> _What is needed_:
Start at the line with "a column header" in the records below, stop at the line with "inner = m.group(2).strip()", and return every line in that span exactly, the two end lines included.

____ Records shown

_NUMBER_RE = re.compile(r"^\s*(±|\+/-|\+-)?\s*([+-]?(?:\d+(?:\.\d*)?|\.\d+)(?:[eE][+-]?\d+)?)\s*(.*?)\s*$")
_COMMA_DECIMAL_RE = re.compile(r"^\s*[+-]?\d*,\d+(?:[eE][+-]?\d+)?\s*$")
_DOT_DECIMAL_RE = re.compile(r"^\s*[+-]?\d*\.\d+(?:[eE][+-]?\d+)?\s*$")


# --------------------------------------------------------------------------- units
def _unit(text: str) -> tuple[UnitKind, float] | None:
    """Kind and SI factor of a unit string (``"ms"`` → ("time", 1e-3)), or None if not a unit."""
    u = text.strip().strip(".")
    if not u:
        return None
    low = u.lower()
    for word, factor in _TIME_WORDS.items():
        if low in (word, word + "s"):
            return "time", factor
    for base in _TIME_BASES:
        if low.endswith(base):
            prefix = u[: len(u) - len(base)]
            if prefix in _TIME_PREFIX:
                return "time", _TIME_PREFIX[prefix]
    for base in _RATE_BASES:
        if low.endswith(base):
            prefix = u[: len(u) - len(base)]
            if prefix in _RATE_PREFIX:
                return "rate", _RATE_PREFIX[prefix]
    for base in _VOLT_BASES:
        if low.endswith(base):
            prefix = u[: len(u) - len(base)]
            if prefix in _VOLT_PREFIX:
                return "volt", _VOLT_PREFIX[prefix]
    if low in _OTHER_UNITS or low.startswith(("°", "deg")):
        return "other", 1.0
    return None


# units accepted as a bare suffix ("v_out_V", "time_ms"): seconds and volts with small prefixes only, so that
# "Vertical Min" or "Channel A" keep their last word
_SUFFIX_UNITS = {("time", f) for f in _TIME_PREFIX.values()} | {("volt", f) for f in _VOLT_PREFIX.values()}


def parse_header_unit(header: str) -> tuple[str, str | None]:
    """Split a column header into (name, unit text) — ``"CH A [mV]"`` → ``("CH A", "mV")``.

    Brackets and parentheses always delimit a unit (the content may be any unit, or a
    non-unit remark, in which case the whole header is the name). A slash or a trailing
    ``_``/space/``-`` token counts only when it is a time or voltage unit. A header that is
    a unit alone (``"V"``, ``"Second"``) gives an empty name.
    """
    h = header.strip()
    for pattern in (r"^(.*?)\s*\[([^\[\]]*)\]\s*$", r"^(.*?)\s*\(([^()]*)\)\s*$"):
        m = re.match(pattern, h)
        if m:
            inner = m.group(2).strip()
            if not inner or inner in ("-", "1") or _unit(inner) is not None:
                return m.group(1).strip(), inner or None
            if re.fullmatch(r"[^\s]{1,6}", inner) and not inner.isalnum():
                return m.group(1).strip(), inner  # e.g. "°C", "%" — an unknown unit, kept
            return h, None
    m = re.match(r"^(.*\S)\s*/\s*([^\s/]+)$", h)
    if m and _unit(m.group(2)) is not None and _unit(m.group(2))[0] in ("time", "volt"):
        return m.group(1).strip(), m.group(2)
    m = re.match(r"^(.*?[^\s_\-])[\s_\-]+([A-Za-zµμ]+)$", h)
    if m and _unit(m.group(2)) in _SUFFIX_UNITS:
        return m.group(1).strip(), m.group(2)
    if _unit(h) is not None and _unit(h)[0] in ("time", "volt"):
        return "", h
    return h, None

________

> _Answer to this exercise_:
    """Split a column header into (name, unit text) — ``"CH A [mV]"`` → ``("CH A", "mV")``.

    Brackets and parentheses always delimit a unit (the content may be any unit, or a
    non-unit remark, in which case the whole header is the name). A slash or a trailing
    ``_``/space/``-`` token counts only when it is a time or voltage unit. A header that is
    a unit alone (``"V"``, ``"Second"``) gives an empty name.
    """
    h = header.strip()
    for pattern in (r"^(.*?)\s*\[([^\[\]]*)\]\s*$", r"^(.*?)\s*\(([^()]*)\)\s*$"):
        m = re.match(pattern, h)
        if m:
            inner = m.group(2).strip()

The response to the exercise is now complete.